What will J.P. Morgan’s Daniel Pinto be watching next year? ESG opportunities for clients and whether or not upstart digital banks like Revolut and Monzo grow into formidable competitors.

“I don’t go to a single client meeting where this (ESG) issue doesn’t come up in some form,” Pinto, JPMorgan’s co-president and co-chief operating officer, said last week on CNBC in response to question about what will dominate Davos talks next month. 

“It’s not just one bank or one sector, it’s all the sectors,” he said. “It’s not a box-ticking exercise, this is real. This trend will continue to gain momentum and be exponentially higher over the next 10 years.”

Even though social impact investing has been seen as a niche market for years, more traditional banks and institutions like Bank of America are recognizing consumer demand and are looking to broaden their offerings in response.

ESG principles will emerge as an important criteria for identifying sustainable businesses, Pinto said in the interview.

“Either you are socially and environmentally responsible or you are not, I think that this is the world we are heading towards,” he said. “Asset management companies are becoming more selective on what they do and what they don’t do. And the banks are also more selective in how we deal with certain sectors that are under scrutiny.”

He said that some companies may “really struggle to finance themselves, their cost of capital will go to the sky and they may not exist going forward,” as a result of this additional attention and criteria.

In his role as co-president, Pinto’s mandate is to “work closely with the CEO and the board to identify and pursue critical firmwide opportunities,” according to his official bio. He’s also on the Executive Committee of the World Business Council for Sustainable Development.
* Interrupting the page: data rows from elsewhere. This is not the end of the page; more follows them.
import { exp, pow } from '../../elementary/elementary.ts';
import type { Boundary } from '../../scenario/model.ts';
import { type BoundaryMethod, PLAIN } from './boundary.ts';

type SplitPml = Extract<Boundary, { type: 'splitPml' }>;

/**
 * Berenger's perfectly matched layer: every component is split by the direction of the difference that drives it,
 * E_x = E_xy + E_xz, and each part is damped by the conductivity of its own direction (σ* / μ = σ / ε for H),
 *   ε ∂t E_xy + σ_y E_xy = ∂y H_z,   ε ∂t E_xz + σ_z E_xz = −∂z H_y,
 * with exponential time stepping
 *   E_xy ← D E_xy + (Δt/ε) g Δ,   D = e^(−σΔt/ε),   g = (1 − D)/(σΔt/ε),   Δ the difference quotient,
 * backed by a perfect conductor. J.-P. Berenger, J. Comput. Phys. 114 (1994) 185.
 *
 * As it is marched here, the field holds the sum, and a memory variable of the layer holds the part. The field grows by
 * the part's growth, Δt/ε · [gΔ − (1 − D) M] with M the part in units of Δt/ε; written with ψ = −M (1 − D)/D this is
 *   ψ ← bψ + aΔ,  Δ ← iΔ + ψ,   b = D,  i = g/D,  a = −(1 − D) g/D,
 * the recursion of the kernel's stretched stencil, and the numbers are Berenger's (test/fdtd/splitPml.test.ts marches the
 * split fields themselves beside it).
 *
 * In the continuum it is the same layer as CPML with κ = 1 and α = 0: coordinates stretched by 1 + σ/(jωε). On the
 * lattice they differ: CPML convolves with Δ of the present step (i = 1, a = D − 1), Berenger's parts with an average of
 * the present and the last one. Neither keeps a static field (the stretch is infinite at zero frequency), so a pulse that
 * leaves charge behind drifts; CPML's α is the cure.
 *
 * Depth, grading and σmax as in CPML: σ = σmax d^m, σmax = sigmaFactor · 0.8(m + 1)/(ηh). layers: 1 to 128, default 10.
 * grading m: 0 to 10, default 3. sigmaFactor: default 1, limited by σmaxΔt/ε ≤ 6, above which 1/D magnifies rounding.
 * Stable in practice wherever Yee's scheme is; the split system is only weakly well-posed (Abarbanel & Gottlieb 1997).
 */
export const splitPml: Required<BoundaryMethod<SplitPml>> = {
  stretch({ grading, sigmaFactor }, depth, { cell, timeStep, medium }) {
    const sigma = ((sigmaFactor * 0.8 * (grading + 1)) / (medium.impedance * cell)) * pow(depth, grading);
    const lost = (sigma * timeStep) / medium.permittivity;
    if (lost === 0) return PLAIN;
    const b = exp(-lost);
    // 1 − e^(−x) loses its digits where x is small.
    const gone = lost < 1e-4 ? lost * (1 - (lost / 2) * (1 - lost / 3)) : 1 - b;
    const inverseKappa = gone / lost / b;
    return { b, a: -gone * inverseKappa, inverseKappa };
  },
  wall: () => ({ type: 'held' }),
};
Pinto certainly sees big tech companies as competitors, saying their foray into financial world is worth paying attention to. Over the past year, Facebook, Google and even Uber showed interest or expanded offerings in the space.

“I think it’s only a matter of time before they participate in financial services in a bigger way,” he noted. “We have to assume that they will be real competitors.”
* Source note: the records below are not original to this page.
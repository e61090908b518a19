import type { Boundary } from '../../scenario/model.ts';
import type { BoundaryMethod } from './boundary.ts';
import { cpml } from './cpml.ts';
import { higdon2 } from './higdon2.ts';
import { liao } from './liao.ts';
import { mur1 } from './mur1.ts';
import { mur2 } from './mur2.ts';
import { pec } from './pec.ts';
import { pmc } from './pmc.ts';
import { splitPml } from './splitPml.ts';

/** Every boundary there is, by its name in a scenario. */
const METHODS = { pec, pmc, mur1, mur2, higdon2, liao, cpml, splitPml } satisfies {
  [T in Boundary['type']]: BoundaryMethod<Extract<Boundary, { type: T }>>;
};

/** The method of a boundary. */
export function methodOf(boundary: Boundary): BoundaryMethod {
  return METHODS[boundary.type] as BoundaryMethod;
}
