import type { Boundary } from '../../scenario/model.ts';
import { type BoundaryMethod, pathInCells } from './boundary.ts';
import { firstOrder } from './mur1.ts';

/**
 * Mur's second-order condition: (∂n∂t − ∂t²/v + (v/2)(∂a² + ∂b²)) E = 0 at the wall, n pointing inward, a and b along the
 * wall (Engquist & Majda 1977, second order), centred half a cell inward,
 *   E0^{n+1} = −E1^{n−1} + (s − 1)/(s + 1) (E1^{n+1} + E0^{n−1}) + 2/(s + 1) (E0^n + E1^n)
 *              + Σ_{l=0,1} Σ_a τ_a (E_l^n one cell up along a − 2E_l^n + E_l^n one cell down),
 *   s = vΔt/h,   τ_a = (vΔt)²/(2(s + 1) d_a²), with cubic cells s²/(2(s + 1)).
 * G. Mur, IEEE Trans. Electromagn. Compat. 23 (1981) 377; there for cubic cells.
 *
 * Where a point has no neighbour to one side, at the rims of the wall, Mur's first order takes its place (common
 * practice); beside a perfect conductor the neighbour is the point's own mirror image.
 *
 * No parameters. A plane wave at angle θ from the normal returns −((1 − cos θ)/(1 + cos θ))². The condition has a double
 * root at zero frequency and nothing that damps it: waves are absorbed for good, but the static field of charges drifts
 * linearly in time, in any precision (in a box of 15 cells the discrete energy of random charges is above its start after
 * 6200 steps; test/stress/stability.test.ts). Beside faces with other second-order conditions or with layers it is
 * unstable within some hundred steps; beside pec, mur1 and itself it is not, and scenarios with others are refused. In a
 * small box the rims spoil it, and a static field near a wall is lost.
 */
export const mur2: BoundaryMethod<Extract<Boundary, { type: 'mur2' }>> = {
  wall(_boundary, at) {
    const s = pathInCells(at);
    const factor = (s - 1) / (s + 1);
    const path = at.medium.speed * at.timeStep;
    const across = at.across.map((d) => (path * path) / (2 * (s + 1) * d * d)) as [number, number];
    const here = 2 / (s + 1) - 2 * (across[0] + across[1]);
    return {
      type: 'linear',
      older: [factor, -1],
      old: [here, here],
      now: [factor],
      sideways: { across, rim: firstOrder(at) },
    };
  },
};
J.P. Morgan co-president is also watching fintech startups like Monzo, Revolut and Chime closely, noting their biggest challenge is reaching profitability beyond just new client acquisition.

“Their valuations are going up because the number of clients is rising, but they will need to show that they can convert clients into primary accounts and profitable relationships,” he told CNBC. “The other issue to pay attention to is infrastructure and controls. As some digital banks gain in size and significance, I expect that they will be held to the same high standards of traditional retail banks.”

Pinto hasn’t quite dismissed Facebook’s Libra project, and J.P. Morgan was the first major bank to unveil its own digital currency project JPM Coin at the start of 2019. JPM Coin is based on Blockchain and is aimed to enable instant transfer of payments between institutional clients.

In fact, J.P. Morgan has been one of the digital leaders among the big banks, with reports swirling about plans to build a “startup within a corporation that will be run independently and entirely separately from J.P. Morgan’s existing technology and businesses.” 

It’s clear that the giant lender is monitoring the competition.

“The last thing you want is to feel invincible and then realize that you should have paid more attention.”Earlier this year, J.P. Morgan invested in 10x Future Technologies, a U.K. fintech startup, helping “banks to develop their own artificial intelligence and machine-learning capabilities.”